Latvia unlikely to witness repeat of U.S. lending crisis 's for now

  • 2007-08-29
  • By Gary Peach
RIGA - The recent crisis in the U.S. subprime mortgage market raised the specter of a similar loan default, albeit on a much tinier scale, in Latvia, which has undergone an economic boom largely thanks to consumer confidence fueled by soaring real estate prices.
Fortunately, no such risk currently threatens the Baltic state's mortgage market, which continued to grow at a fantastic pace during the first half of 2007, experts say.
According to the Financial and Capital Markets Commission, the volume of individual real estate loans issued by Latvian banks amounted to 1.8 billion lats (2.6 billion euros) as of June, up 24.5 percent from the start of the year.

Mortgage loans accounted for almost 30 percent of all bank lending, the single largest sector, the commission reported.
By the end of the first half of 2007 Latvia's 21 banks had issued a total 990,700 loans to residents, or 0.44 loans per capita, the commission said. The number of loans issued to individuals rose by 8.1 percent or 74,500 loans as compared to the end of 2006.
But as commission chief Uldis Cerps recently explained to The Baltic Times, mortgage lending in Latvia is generally considered to be low-risk, which is why the country's banks have no qualms about increasing exposure to this segment of the market.
As Cerps explained, Latvians value their newly won properties most of all and will do everything possible to ensure timely repayment of their mortgage. What's more, the penalties for late payments on mortgage loans are severe, he added.
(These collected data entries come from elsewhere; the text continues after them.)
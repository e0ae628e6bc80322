using System.Text.Json;

namespace FeederLocate.Core.Formats;

/// <summary>Parses JSON text into a document, reporting a syntax error with its line and position.</summary>
internal static class JsonText
{
    private static readonly JsonDocumentOptions Options = ReaderJson.DocumentOptions;

    public static JsonDocument? Parse(string text, string kind, IssueLog log)
    {
        var document = ParseAny(text, kind, log, "file");
        if (document is not null && document.RootElement.ValueKind != JsonValueKind.Object)
        {
            log.Error(kind, "file", string.Empty, $"must hold one JSON object, got {ElementReader.Describe(document.RootElement)}");
            document.Dispose();
            return null;
        }

        return document;
    }

    /// <summary>Any JSON value (the caller checks its shape); a syntax error is reported against <paramref name="id"/>.</summary>
    public static JsonDocument? ParseAny(string text, string kind, IssueLog log, string id = "body")
    {
        ArgumentNullException.ThrowIfNull(text);
        try
        {
            return JsonDocument.Parse(text, Options);
        }
        catch (JsonException e)
        {
            var where = e.LineNumber is { } line ? $" at line {line + 1}, position {e.BytePositionInLine + 1}" : string.Empty;
            log.Error(kind, id, string.Empty, $"is not valid JSON{where}: {FirstSentence(e.Message)}");
            return null;
        }
    }

    private static string FirstSentence(string message)
    {
        var end = message.IndexOf(". ", StringComparison.Ordinal);
        return end < 0 ? message : message[..(end + 1)];
    }
}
The statistics seem to bear out this line of reasoning. According to the commission's data released Aug. 24, the increase in the number of loans with tardy payments was slight. Thus if the percentage of loans paid on time was 95.1 percent in late 2006, then that number decreased slightly to 93.9 percent by the end of June.
Over the first six months of the year the overall quality of bank loans has remained constant, while the volume of watchlist and lost loans rose 0.1 percentage points, the commission said.
At the end of June, 99.3 percent of loans granted by banks were assessed as standard loans, the same level as at the end of 2006. Some 0.3 percent was evaluated as watchlist loans and 0.4 percent as non-performing loans.

Another crucial factor keeping the number of bad loans down is rising wages, which grew by a staggering 33 percent annually as of the first quarter of the year and show no sign of seriously decreasing. Indeed, while wages and salaries continue to rise, there seems to be little or no threat of a bad-loan scare in Latvia like the one that has impacted world markets in recent weeks.
What's more, the high level of loan growth in Latvia is set to fall due to both market saturation and the government's anti-inflation plan, which aims to crack down on easy money and force banks to lend on the basis of Latvians' official income, Cerps explained.

At the end of June 2007, aggregate standard loans in the Baltic state amounted to 13.1 billion lats (18.7 billion euros), 21.2 percent more than the end of 2006 and equivalent to approximately 82 percent of GDP.